*** Opening of MATERIAL FOR THIS TASK ***

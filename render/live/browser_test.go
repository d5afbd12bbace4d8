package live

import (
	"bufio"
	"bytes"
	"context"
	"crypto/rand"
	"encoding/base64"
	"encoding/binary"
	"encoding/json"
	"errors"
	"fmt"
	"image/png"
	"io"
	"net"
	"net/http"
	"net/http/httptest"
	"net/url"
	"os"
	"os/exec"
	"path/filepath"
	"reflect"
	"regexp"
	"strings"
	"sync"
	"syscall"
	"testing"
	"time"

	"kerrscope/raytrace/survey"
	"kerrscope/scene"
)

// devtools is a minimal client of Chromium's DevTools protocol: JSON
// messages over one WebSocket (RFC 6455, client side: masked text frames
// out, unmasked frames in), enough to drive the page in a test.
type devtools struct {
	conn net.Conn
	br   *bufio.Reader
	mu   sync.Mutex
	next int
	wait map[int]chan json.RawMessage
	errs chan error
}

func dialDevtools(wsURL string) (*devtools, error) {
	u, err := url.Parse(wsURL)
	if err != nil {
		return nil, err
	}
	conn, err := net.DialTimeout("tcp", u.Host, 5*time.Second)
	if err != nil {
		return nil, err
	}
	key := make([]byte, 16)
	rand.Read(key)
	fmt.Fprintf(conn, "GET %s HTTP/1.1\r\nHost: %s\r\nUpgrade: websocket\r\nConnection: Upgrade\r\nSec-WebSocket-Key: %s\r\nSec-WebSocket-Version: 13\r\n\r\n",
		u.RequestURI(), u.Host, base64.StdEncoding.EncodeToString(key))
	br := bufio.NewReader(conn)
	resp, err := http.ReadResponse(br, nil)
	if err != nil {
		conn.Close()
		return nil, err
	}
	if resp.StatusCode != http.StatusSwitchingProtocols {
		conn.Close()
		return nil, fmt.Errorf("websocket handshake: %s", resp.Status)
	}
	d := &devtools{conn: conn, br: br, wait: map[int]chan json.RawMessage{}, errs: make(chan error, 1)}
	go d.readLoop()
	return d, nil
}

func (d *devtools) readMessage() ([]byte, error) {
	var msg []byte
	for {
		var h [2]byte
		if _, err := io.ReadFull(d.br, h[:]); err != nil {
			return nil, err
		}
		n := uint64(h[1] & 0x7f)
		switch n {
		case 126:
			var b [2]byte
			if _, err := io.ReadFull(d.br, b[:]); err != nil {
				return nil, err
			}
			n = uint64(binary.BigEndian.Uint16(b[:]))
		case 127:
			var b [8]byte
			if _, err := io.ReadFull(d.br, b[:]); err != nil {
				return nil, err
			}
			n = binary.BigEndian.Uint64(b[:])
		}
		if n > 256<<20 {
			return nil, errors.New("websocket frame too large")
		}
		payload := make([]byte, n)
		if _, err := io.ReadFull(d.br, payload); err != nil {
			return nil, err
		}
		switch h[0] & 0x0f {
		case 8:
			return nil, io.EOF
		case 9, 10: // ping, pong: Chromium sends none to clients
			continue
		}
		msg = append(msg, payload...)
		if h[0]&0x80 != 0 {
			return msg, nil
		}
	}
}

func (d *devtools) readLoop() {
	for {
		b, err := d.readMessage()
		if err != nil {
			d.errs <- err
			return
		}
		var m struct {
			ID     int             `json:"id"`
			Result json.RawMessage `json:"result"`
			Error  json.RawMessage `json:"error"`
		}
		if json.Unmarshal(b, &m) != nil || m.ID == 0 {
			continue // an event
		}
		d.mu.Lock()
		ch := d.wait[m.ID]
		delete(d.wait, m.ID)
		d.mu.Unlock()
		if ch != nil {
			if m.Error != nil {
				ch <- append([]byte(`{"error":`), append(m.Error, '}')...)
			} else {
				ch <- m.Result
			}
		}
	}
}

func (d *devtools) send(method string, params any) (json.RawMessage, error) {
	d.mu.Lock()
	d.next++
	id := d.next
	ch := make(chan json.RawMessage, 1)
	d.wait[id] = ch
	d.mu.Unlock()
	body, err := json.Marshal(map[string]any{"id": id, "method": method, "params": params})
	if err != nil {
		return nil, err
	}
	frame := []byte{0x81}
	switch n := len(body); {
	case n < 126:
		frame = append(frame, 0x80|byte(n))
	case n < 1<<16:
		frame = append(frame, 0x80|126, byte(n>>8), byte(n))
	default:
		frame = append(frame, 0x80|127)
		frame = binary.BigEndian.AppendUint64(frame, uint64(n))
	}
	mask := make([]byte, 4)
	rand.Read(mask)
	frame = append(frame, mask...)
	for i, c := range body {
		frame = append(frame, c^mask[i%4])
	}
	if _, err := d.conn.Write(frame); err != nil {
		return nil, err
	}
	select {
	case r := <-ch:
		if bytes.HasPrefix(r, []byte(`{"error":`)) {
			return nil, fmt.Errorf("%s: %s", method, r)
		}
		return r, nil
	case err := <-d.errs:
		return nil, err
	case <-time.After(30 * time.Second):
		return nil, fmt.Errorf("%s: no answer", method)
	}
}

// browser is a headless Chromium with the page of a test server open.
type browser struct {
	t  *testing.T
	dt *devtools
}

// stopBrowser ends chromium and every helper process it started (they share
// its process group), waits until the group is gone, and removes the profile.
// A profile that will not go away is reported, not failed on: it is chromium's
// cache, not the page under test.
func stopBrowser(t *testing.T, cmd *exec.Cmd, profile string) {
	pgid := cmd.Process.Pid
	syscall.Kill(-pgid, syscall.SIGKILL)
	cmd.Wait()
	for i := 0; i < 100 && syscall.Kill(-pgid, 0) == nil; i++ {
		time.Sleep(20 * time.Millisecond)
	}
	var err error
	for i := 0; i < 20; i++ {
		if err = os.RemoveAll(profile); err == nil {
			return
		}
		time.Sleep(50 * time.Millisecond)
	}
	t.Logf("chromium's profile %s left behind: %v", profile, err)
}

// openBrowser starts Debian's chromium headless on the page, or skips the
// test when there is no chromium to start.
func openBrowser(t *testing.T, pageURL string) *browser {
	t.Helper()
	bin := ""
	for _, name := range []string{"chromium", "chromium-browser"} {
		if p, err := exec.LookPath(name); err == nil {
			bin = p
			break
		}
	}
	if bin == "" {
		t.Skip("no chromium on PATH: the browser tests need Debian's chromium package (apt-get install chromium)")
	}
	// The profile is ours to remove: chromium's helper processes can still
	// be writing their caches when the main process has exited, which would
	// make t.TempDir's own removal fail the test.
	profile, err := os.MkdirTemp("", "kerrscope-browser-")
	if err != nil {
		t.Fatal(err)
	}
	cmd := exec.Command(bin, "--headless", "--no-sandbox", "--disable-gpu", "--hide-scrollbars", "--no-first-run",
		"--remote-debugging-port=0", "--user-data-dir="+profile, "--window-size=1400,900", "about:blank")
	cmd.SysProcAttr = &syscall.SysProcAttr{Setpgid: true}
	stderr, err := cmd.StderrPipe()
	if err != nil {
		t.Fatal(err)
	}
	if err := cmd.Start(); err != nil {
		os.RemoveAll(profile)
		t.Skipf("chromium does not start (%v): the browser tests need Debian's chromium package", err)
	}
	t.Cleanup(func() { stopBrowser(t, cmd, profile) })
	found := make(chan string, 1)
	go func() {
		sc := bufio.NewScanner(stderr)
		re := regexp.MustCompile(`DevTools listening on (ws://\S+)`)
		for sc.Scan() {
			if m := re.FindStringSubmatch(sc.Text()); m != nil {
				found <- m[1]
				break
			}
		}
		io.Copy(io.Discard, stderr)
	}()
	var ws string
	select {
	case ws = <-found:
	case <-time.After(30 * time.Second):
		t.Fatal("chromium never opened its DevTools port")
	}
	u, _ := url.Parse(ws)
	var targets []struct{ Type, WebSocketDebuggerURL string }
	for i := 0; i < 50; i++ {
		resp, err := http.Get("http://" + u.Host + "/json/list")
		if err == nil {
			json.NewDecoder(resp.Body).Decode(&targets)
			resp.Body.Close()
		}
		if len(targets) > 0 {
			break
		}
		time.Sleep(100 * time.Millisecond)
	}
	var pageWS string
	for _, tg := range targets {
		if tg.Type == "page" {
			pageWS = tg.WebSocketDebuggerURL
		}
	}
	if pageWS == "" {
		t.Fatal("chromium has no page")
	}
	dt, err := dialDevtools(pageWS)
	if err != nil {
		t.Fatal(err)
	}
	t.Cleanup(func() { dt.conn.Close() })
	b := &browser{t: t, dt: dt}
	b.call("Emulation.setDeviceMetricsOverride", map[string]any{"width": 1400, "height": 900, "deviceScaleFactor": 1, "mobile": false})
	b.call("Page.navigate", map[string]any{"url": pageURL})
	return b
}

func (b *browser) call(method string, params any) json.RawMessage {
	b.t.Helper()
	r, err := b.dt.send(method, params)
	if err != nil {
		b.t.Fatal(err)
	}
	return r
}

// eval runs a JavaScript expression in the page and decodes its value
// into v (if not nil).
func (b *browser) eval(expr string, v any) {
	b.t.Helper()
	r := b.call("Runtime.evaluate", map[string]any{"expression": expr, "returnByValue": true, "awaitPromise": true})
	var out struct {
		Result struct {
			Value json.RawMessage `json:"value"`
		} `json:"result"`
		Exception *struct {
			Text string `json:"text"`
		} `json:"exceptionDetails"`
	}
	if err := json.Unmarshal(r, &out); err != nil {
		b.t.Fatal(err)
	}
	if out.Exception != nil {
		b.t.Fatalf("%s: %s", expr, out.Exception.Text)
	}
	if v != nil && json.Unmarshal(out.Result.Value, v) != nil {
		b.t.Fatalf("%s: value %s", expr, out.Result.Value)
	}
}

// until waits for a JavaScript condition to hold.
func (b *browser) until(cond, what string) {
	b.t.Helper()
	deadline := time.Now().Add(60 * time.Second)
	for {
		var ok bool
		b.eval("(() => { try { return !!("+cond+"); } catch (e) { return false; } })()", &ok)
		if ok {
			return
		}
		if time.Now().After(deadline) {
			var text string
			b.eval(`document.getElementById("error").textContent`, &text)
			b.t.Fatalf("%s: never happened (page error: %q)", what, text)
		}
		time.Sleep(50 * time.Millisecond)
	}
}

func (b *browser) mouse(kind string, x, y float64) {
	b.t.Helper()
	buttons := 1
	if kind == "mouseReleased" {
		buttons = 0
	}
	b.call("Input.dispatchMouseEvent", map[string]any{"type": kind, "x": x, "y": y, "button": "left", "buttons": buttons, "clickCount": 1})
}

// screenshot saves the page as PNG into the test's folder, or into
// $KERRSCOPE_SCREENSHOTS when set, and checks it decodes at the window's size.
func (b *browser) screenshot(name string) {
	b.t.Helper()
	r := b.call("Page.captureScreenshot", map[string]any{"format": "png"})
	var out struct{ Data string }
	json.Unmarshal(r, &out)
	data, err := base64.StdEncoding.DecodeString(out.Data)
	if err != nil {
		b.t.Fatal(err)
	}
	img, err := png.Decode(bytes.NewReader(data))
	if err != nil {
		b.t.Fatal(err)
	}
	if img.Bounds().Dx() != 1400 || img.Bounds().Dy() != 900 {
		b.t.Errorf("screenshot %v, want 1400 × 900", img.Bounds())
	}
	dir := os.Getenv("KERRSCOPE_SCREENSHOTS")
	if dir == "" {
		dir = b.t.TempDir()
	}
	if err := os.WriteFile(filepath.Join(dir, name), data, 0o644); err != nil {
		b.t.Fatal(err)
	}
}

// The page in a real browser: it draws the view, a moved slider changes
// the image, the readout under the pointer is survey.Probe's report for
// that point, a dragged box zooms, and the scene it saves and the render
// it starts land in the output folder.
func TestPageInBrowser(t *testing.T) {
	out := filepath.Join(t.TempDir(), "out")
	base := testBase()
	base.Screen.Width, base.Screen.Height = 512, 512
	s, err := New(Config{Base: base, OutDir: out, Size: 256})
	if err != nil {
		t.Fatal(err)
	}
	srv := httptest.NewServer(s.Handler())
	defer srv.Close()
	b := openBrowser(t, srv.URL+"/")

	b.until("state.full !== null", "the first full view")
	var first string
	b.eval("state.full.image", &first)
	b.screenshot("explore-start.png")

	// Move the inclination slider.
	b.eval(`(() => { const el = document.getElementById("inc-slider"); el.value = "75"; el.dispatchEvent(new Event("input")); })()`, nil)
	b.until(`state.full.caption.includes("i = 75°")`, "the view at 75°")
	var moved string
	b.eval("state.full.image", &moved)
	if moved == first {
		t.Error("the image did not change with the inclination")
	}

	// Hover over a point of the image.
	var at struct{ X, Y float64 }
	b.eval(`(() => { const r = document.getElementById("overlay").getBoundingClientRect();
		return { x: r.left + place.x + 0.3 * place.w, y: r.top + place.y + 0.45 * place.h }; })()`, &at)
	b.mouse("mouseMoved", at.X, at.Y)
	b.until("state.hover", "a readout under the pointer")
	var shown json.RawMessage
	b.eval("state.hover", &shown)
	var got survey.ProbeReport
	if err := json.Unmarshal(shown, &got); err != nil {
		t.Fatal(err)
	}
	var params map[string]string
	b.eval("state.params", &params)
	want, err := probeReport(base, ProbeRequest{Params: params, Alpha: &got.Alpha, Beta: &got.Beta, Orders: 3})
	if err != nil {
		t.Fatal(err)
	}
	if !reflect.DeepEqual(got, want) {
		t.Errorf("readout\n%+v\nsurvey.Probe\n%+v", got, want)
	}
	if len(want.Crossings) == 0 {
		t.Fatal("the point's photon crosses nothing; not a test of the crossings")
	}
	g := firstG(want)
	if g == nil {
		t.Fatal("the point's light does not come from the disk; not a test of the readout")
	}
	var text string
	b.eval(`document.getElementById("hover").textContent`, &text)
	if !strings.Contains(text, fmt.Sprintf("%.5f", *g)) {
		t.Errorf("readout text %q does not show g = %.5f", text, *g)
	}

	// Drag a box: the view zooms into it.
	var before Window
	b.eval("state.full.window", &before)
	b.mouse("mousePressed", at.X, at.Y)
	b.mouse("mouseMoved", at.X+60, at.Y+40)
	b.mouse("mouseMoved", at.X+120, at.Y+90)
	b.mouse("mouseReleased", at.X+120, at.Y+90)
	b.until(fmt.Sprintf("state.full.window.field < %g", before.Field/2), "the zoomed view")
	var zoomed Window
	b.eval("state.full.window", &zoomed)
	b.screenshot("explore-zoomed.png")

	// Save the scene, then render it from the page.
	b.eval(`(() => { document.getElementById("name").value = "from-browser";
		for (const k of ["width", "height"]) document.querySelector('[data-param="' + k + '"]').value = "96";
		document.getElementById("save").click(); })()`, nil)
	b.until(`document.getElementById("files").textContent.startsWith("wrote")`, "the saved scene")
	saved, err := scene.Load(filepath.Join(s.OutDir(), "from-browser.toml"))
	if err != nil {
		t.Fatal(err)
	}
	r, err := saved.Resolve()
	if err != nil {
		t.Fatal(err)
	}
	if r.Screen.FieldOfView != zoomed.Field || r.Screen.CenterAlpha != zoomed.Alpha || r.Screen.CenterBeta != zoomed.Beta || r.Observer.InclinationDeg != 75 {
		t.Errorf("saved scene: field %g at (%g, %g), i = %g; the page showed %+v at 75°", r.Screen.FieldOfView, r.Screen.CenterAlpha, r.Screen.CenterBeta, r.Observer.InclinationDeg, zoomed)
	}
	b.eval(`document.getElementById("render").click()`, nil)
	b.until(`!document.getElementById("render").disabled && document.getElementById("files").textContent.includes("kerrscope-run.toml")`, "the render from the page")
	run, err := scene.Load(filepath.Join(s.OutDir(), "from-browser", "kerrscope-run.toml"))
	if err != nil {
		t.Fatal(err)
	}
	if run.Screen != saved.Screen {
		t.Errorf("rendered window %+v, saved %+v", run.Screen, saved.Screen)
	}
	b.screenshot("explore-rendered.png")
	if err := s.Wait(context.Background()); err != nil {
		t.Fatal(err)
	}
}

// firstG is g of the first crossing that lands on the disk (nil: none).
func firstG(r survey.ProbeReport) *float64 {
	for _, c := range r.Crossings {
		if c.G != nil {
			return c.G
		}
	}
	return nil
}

*** Close of MATERIAL FOR THIS TASK ***

REQUIRED ACTION. Scan the records above for the word "RemoveAll". Show each line in which it appears.

OUTPUT OF THE EXERCISE.
		if err = os.RemoveAll(profile); err == nil {
		os.RemoveAll(profile)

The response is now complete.